**TO DO**. Set the entries down once more, exactly as they are worded.

------------------------------------

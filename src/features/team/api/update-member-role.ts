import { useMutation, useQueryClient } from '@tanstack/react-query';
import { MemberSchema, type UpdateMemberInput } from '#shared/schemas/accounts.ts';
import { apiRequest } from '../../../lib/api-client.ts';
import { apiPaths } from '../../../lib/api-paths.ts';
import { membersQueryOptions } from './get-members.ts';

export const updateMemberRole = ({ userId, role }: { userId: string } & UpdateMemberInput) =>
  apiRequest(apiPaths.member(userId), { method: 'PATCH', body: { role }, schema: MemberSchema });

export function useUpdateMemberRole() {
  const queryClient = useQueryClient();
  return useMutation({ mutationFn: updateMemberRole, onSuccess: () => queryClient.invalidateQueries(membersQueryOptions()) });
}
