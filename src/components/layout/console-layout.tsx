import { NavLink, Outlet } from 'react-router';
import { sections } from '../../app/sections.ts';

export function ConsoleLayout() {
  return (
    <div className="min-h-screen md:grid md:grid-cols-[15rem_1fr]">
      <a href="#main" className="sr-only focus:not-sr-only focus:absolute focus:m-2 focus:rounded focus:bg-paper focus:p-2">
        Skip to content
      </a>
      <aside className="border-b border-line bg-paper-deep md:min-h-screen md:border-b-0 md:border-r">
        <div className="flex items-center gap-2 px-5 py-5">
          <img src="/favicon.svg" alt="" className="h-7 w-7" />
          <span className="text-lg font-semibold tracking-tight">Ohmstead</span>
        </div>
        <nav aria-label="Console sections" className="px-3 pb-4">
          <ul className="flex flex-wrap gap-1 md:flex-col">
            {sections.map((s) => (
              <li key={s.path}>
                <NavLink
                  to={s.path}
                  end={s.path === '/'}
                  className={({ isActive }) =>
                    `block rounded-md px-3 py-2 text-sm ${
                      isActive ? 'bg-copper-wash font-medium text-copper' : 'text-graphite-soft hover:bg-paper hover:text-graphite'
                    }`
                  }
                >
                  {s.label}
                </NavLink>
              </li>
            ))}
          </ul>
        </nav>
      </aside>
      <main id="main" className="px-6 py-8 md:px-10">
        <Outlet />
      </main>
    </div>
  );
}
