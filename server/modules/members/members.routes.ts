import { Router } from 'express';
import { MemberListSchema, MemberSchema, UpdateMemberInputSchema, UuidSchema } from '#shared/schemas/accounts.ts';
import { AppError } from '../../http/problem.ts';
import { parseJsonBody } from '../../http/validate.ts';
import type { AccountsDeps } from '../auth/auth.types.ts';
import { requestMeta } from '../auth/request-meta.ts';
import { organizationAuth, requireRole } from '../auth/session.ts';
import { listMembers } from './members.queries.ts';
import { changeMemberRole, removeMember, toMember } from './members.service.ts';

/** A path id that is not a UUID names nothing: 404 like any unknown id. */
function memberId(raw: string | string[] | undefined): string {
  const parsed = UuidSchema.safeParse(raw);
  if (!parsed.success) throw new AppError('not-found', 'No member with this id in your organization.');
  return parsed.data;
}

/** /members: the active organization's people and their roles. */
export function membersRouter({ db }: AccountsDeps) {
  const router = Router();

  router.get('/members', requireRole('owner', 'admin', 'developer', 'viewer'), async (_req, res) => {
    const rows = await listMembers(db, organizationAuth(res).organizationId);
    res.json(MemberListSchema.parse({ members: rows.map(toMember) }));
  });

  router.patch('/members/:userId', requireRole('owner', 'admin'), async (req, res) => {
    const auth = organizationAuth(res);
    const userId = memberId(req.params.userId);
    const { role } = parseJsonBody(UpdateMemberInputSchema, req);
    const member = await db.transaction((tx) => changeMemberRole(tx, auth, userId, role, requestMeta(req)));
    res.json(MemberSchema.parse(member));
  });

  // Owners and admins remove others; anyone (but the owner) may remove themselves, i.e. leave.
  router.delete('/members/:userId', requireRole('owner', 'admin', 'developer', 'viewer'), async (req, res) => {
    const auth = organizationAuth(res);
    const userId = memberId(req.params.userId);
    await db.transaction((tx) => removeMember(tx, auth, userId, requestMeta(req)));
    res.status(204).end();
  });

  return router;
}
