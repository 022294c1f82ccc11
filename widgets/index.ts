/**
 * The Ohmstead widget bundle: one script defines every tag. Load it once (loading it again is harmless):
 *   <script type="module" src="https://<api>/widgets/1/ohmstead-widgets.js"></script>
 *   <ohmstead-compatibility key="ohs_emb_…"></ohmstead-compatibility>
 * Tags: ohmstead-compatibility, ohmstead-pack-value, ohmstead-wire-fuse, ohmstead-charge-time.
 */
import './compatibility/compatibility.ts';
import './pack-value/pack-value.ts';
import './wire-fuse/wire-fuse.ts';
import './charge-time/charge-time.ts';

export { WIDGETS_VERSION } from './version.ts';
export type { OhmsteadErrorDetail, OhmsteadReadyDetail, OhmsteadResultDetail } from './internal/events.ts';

------------------------------------

**SOLUTION BELOW**.
filename src/features/team/api/update-member-role.ts
import { useMutation, useQueryClient } from '@tanstack/react-query';
import { MemberSchema, type UpdateMemberInput } from '#shared/schemas/accounts.ts';
import { apiRequest } from '../../../lib/api-client.ts';
import { apiPaths } from '../../../lib/api-paths.ts';
import { membersQueryOptions } from './get-members.ts';

export const updateMemberRole = ({ userId, role }: { userId: string } & UpdateMemberInput) =>
  apiRequest(apiPaths.member(userId), { method: 'PATCH', body: { role }, schema: MemberSchema });

export function useUpdateMemberRole() {
  const queryClient = useQueryClient();
  return useMutation({ mutationFn: updateMemberRole, onSuccess: () => queryClient.invalidateQueries(membersQueryOptions()) });
}
filename src/components/layout/console-layout.tsx
import { NavLink, Outlet } from 'react-router';
import { sections } from '../../app/sections.ts';

export function ConsoleLayout() {
  return (
    <div className="min-h-screen md:grid md:grid-cols-[15rem_1fr]">
      <a href="#main" className="sr-only focus:not-sr-only focus:absolute focus:m-2 focus:rounded focus:bg-paper focus:p-2">
        Skip to content
      </a>
      <aside className="border-b border-line bg-paper-deep md:min-h-screen md:border-b-0 md:border-r">
        <div className="flex items-center gap-2 px-5 py-5">
          <img src="/favicon.svg" alt="" className="h-7 w-7" />
          <span className="text-lg font-semibold tracking-tight">Ohmstead</span>
        </div>
        <nav aria-label="Console sections" className="px-3 pb-4">
          <ul className="flex flex-wrap gap-1 md:flex-col">
            {sections.map((s) => (
              <li key={s.path}>
                <NavLink
                  to={s.path}
                  end={s.path === '/'}
                  className={({ isActive }) =>
                    `block rounded-md px-3 py-2 text-sm ${
                      isActive ? 'bg-copper-wash font-medium text-copper' : 'text-graphite-soft hover:bg-paper hover:text-graphite'
                    }`
                  }
                >
                  {s.label}
                </NavLink>
              </li>
            ))}
          </ul>
        </nav>
      </aside>
      <main id="main" className="px-6 py-8 md:px-10">
        <Outlet />
      </main>
    </div>
  );
}
filename server/modules/members/members.routes.ts
import { Router } from 'express';
import { MemberListSchema, MemberSchema, UpdateMemberInputSchema, UuidSchema } from '#shared/schemas/accounts.ts';
import { AppError } from '../../http/problem.ts';
import { parseJsonBody } from '../../http/validate.ts';
import type { AccountsDeps } from '../auth/auth.types.ts';
import { requestMeta } from '../auth/request-meta.ts';
import { organizationAuth, requireRole } from '../auth/session.ts';
import { listMembers } from './members.queries.ts';
import { changeMemberRole, removeMember, toMember } from './members.service.ts';

/** A path id that is not a UUID names nothing: 404 like any unknown id. */
function memberId(raw: string | string[] | undefined): string {
  const parsed = UuidSchema.safeParse(raw);
  if (!parsed.success) throw new AppError('not-found', 'No member with this id in your organization.');
  return parsed.data;
}

/** /members: the active organization's people and their roles. */
export function membersRouter({ db }: AccountsDeps) {
  const router = Router();

  router.get('/members', requireRole('owner', 'admin', 'developer', 'viewer'), async (_req, res) => {
    const rows = await listMembers(db, organizationAuth(res).organizationId);
    res.json(MemberListSchema.parse({ members: rows.map(toMember) }));
  });

  router.patch('/members/:userId', requireRole('owner', 'admin'), async (req, res) => {
    const auth = organizationAuth(res);
    const userId = memberId(req.params.userId);
    const { role } = parseJsonBody(UpdateMemberInputSchema, req);
    const member = await db.transaction((tx) => changeMemberRole(tx, auth, userId, role, requestMeta(req)));
    res.json(MemberSchema.parse(member));
  });

  // Owners and admins remove others; anyone (but the owner) may remove themselves, i.e. leave.
  router.delete('/members/:userId', requireRole('owner', 'admin', 'developer', 'viewer'), async (req, res) => {
    const auth = organizationAuth(res);
    const userId = memberId(req.params.userId);
    await db.transaction((tx) => removeMember(tx, auth, userId, requestMeta(req)));
    res.status(204).end();
  });

  return router;
}
repository 022294c1f82ccc11
filename widgets/index.ts
/**
 * The Ohmstead widget bundle: one script defines every tag. Load it once (loading it again is harmless):
 *   <script type="module" src="https://<api>/widgets/1/ohmstead-widgets.js"></script>
 *   <ohmstead-compatibility key="ohs_emb_…"></ohmstead-compatibility>
 * Tags: ohmstead-compatibility, ohmstead-pack-value, ohmstead-wire-fuse, ohmstead-charge-time.
 */
import './compatibility/compatibility.ts';
import './pack-value/pack-value.ts';
import './wire-fuse/wire-fuse.ts';
import './charge-time/charge-time.ts';

export { WIDGETS_VERSION } from './version.ts';
export type { OhmsteadErrorDetail, OhmsteadReadyDetail, OhmsteadResultDetail } from './internal/events.ts';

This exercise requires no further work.